« L'étude de phase III Flaura 2 a comparé l'association de l'osimertinib et de la chimiothérapie avec le traitement standard représenté par l'osimertinib en monothérapie chez des patients atteints d'un cancer du poumon non à petites cellules (CPNPC) métastatique muté par Egfr. Les résultats ont été présentés en 2 tours : dans le premier, ils ont fait référence à l'augmentation de la survie sans maladie et sont passés de 19 mois au standard aux 36 mois de l'association ; dans le second, la survie globale a été évaluée et elle a été vu qu'elle augmentait d'environ 1 an, passant de 3 ans pour l'osimertinib seul à 4 ans pour l'association osimertinib et chimiothérapie ». Ainsi Filippo de Marinis, directeur de la Division d'oncologie thoracique de l'Institut européen d'oncologie de Milan (Ieo) à Milan et président de l'Association italienne d'oncologie thoracique (Aiot), s'exprimant aujourd'hui dans la capitale lombarde lors de la rencontre avec la presse consacrée aux nouvelles frontières du traitement du cancer du poumon, a illustré les résultats de l'étude qui a conduit au feu vert de l'Aifa pour le remboursement de l'association. chimiothérapie osimertinib pour le traitement de première intention des patients Nsclc porteurs d'une mutation Egfr.
Cette indication a obligé à réfléchir à la réintroduction de la chimiothérapie dans le traitement. « Nous devons réfléchir à la tolérance du patient qui, pour survivre plus d'un an, doit tolérer les effets secondaires de la chimiothérapie », souligne de Marinis. Un aspect cependant « jugé tolérable par les auteurs de l'étude, sur la base de ce que nous savons de cette chimiothérapie – précise-t-il – avec un grand avantage pour les patients qui présentaient des métastases cérébrales, les plus complexes et avec le plus mauvais pronostic, qui ont trouvé que la combinaison avait un avantage considérable, déterminant le chiffre de survie. Plus de chimiothérapie gratuite et plus seulement de thérapie biologique », remarque l'oncologue : « Après 10 ans de connaissance des mécanismes de résistance à médicaments biologiques, nous ajoutons la chimiothérapie à un médicament de troisième génération, obtenant un résultat qui n'a pas encore été égalé ».

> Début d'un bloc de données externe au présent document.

"""Sieve series and designations.

Source: ASTM E11 standard openings and alternative designations. The No. 4 =
4.75 mm, No. 10 = 2.00 mm, No. 40 = 425 um and No. 200 = 75 um pairs were read
in published tables; the other pairs are from memory (E11 table). Openings are printed to 3
significant figures, so they are compared exactly as the printed numbers.
"""

import pytest

from tamis.lab import sieves
from tamis.errors import InputError

# (designation, opening mm) as printed in the ASTM E11 table (from memory except
# the four pairs marked "read").
E11_PAIRS = [
    ("3 in", 75.0), ("2 1/2 in", 63.0), ("2 in", 50.0), ("1 1/2 in", 37.5), ("1 1/4 in", 31.5),
    ("1 in", 25.0), ("3/4 in", 19.0), ("5/8 in", 16.0), ("1/2 in", 12.5), ("3/8 in", 9.5),
    ("5/16 in", 8.0), ("1/4 in", 6.3), ("No. 4", 4.75),  # read
    ("No. 5", 4.0), ("No. 8", 2.36), ("No. 10", 2.0),  # No. 10 read
    ("No. 16", 1.18), ("No. 18", 1.0), ("No. 20", 0.85), ("No. 30", 0.6), ("No. 35", 0.5),
    ("No. 40", 0.425),  # read
    ("No. 50", 0.3), ("No. 60", 0.25), ("No. 70", 0.212), ("No. 80", 0.18), ("No. 100", 0.15),
    ("No. 120", 0.125), ("No. 140", 0.106), ("No. 170", 0.09), ("No. 200", 0.075),  # No. 200 read
    ("No. 230", 0.063),
]


@pytest.mark.parametrize("label, mm", E11_PAIRS)
def test_e11_designation_to_opening_and_back(label, mm):
    # ASTM E11 standard opening <-> alternative designation.
    assert sieves.opening_from_label(label) == mm
    assert sieves.label_for(mm) == label


@pytest.mark.parametrize("label, mm", [
    ("No. 40", 0.425), ("no.40", 0.425), ("NO 40", 0.425), ("#40", 0.425), ("# 200", 0.075),
    ("3/8 in", 9.5), ('3/8"', 9.5), ("3/8in", 9.5), ("3/8 IN", 9.5), ("1-1/2 in", 37.5), ("1 1/2in", 37.5),
    ("1\u00bd in", 37.5), ("0.375 in", 9.5), ("4.75 mm", 4.75), ("4.75mm", 4.75), ("425 um", 0.425),
    ("425 \u00b5m", 0.425), ("No. 3 1/2", 5.6),
])
def test_lookup_is_tolerant_of_spacing_case_and_marks(label, mm):
    assert sieves.opening_from_label(label) == mm


@pytest.mark.parametrize("label", ["40", "No. 41", "7/9 in", "", "mm", "No.", "-1 mm"])
def test_unknown_or_ambiguous_designations_are_not_guessed(label):
    # A bare number could be mm or a sieve number: refused rather than guessed.
    assert sieves.opening_from_label(label) is None


def test_en_and_iso_series_hold_the_metric_sizes():
    # EN 933-2 basic set and ISO 3310-1 R20/3 (both from memory).
    assert sieves.EN_BASIC_MM == (125.0, 63.0, 31.5, 16.0, 8.0, 4.0, 2.0, 1.0, 0.5, 0.25, 0.125, 0.063)
    assert sieves.series_of(4.0) == "ASTM E11 / ISO 3310-1 / EN 933-2"
    assert sieves.series_of(0.075) == "ASTM E11"
    assert sieves.series_of(3.0) == "other"
    assert sieves.label_for(3.0) == "3 mm" and sieves.label_for(0.04) == "40 um"


def test_e11_openings_step_by_about_the_fourth_root_of_two():
    # Successive E11 sizes follow the R40/3 ratio 2**(1/4) ~ 1.189 (vendor FAQ, read; from memory).
    fine = [d for d, _ in sieves.ASTM_E11 if d <= 4.75]
    ratios = [a / b for a, b in zip(fine, fine[1:])]
    assert all(1.15 < r < 1.23 for r in ratios), ratios


def test_resolve_opening_rejects_unknown_labels_and_mismatches():
    assert sieves.resolve_opening({"sieve": "No. 4"}, "t.sieves[0]") == 4.75
    assert sieves.resolve_opening({"sieve": "No. 4", "opening_mm": 4.75}, "t") == 4.75
    with pytest.raises(InputError) as e:
        sieves.resolve_opening({"sieve": "No. 4", "opening_mm": 4.0}, "t.sieves[0]")
    assert e.value.code == "sieve_mismatch" and e.value.field == "t.sieves[0].sieve"
    with pytest.raises(InputError) as e:
        sieves.resolve_opening({"sieve": "No. 999"}, "t.sieves[2]")
    assert e.value.code == "unknown_sieve" and e.value.field == "t.sieves[2].sieve"
    with pytest.raises(InputError) as e:
        sieves.resolve_opening({}, "t.sieves[1]")
    assert e.value.field == "t.sieves[1].opening_mm"


def test_presets_op_lists_stacks_with_labels(call):
    r = call("sieve_presets")
    assert r["ok"] is True
    ids = {p["id"] for p in r["result"]["presets"]}
    assert {"soil", "fine_aggregate", "coarse_aggregate", "filter_sand", "drain_gravel", "metric"} <= ids
    for p in r["result"]["presets"]:
        assert p["openings_mm"] == sorted(p["openings_mm"], reverse=True)
        assert len(p["labels"]) == len(p["openings_mm"])
    fa = next(p for p in r["result"]["presets"] if p["id"] == "fine_aggregate")
    assert fa["labels"] == ["3/8 in", "No. 4", "No. 8", "No. 16", "No. 30", "No. 50", "No. 100", "No. 200"]
    known = {s["opening_mm"]: s for s in r["result"]["sieves"]}
    assert known[0.425]["label"] == "No. 40" and known[4.0]["series"].startswith("ASTM E11")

Concernant l'autre nouvelle indication qui a obtenu un remboursement de l'AIFA, l'osimertinib en monothérapie pour le traitement des patients atteints d'un CPNPC localement avancé, non résécable, présentant des mutations Egfr et ne progressant pas pendant ou après la chimioradiothérapie, de Marinis a souligné que « le stade 3B de l'adénocarcinome pulmonaire non résécable est traité avec une combinaison standard de chimiothérapie et de radiothérapie, qui remplace la chirurgie. avec des adénocarcinomes sans mutation Egfr, traités par immunothérapie chez les patients porteurs de mutation Egfr, l'immunothérapie ne fonctionne pas, tandis que l'inhibition du gène Egfr donnée par l'osimertinib seul est efficace. Là-dessus « nous n'avons pas encore de données sur la survie globale, mais nous avons des données sur la survie sans progression : nous sommes passés de 5 mois, en cas d'absence de traitement après chimiothérapie et radiothérapie, à 36 mois ». mois si l'osimertinib était ajouté après une chimiothérapie et une radiothérapie. Un chiffre qui représente une nouvelle norme que, jusqu'à présent, AstraZeneca nous permettait d'utiliser sur demande dans les hôpitaux. Aujourd'hui, ce besoin n'existe plus : le Service National de Santé a reconnu la valeur de ce médicament ».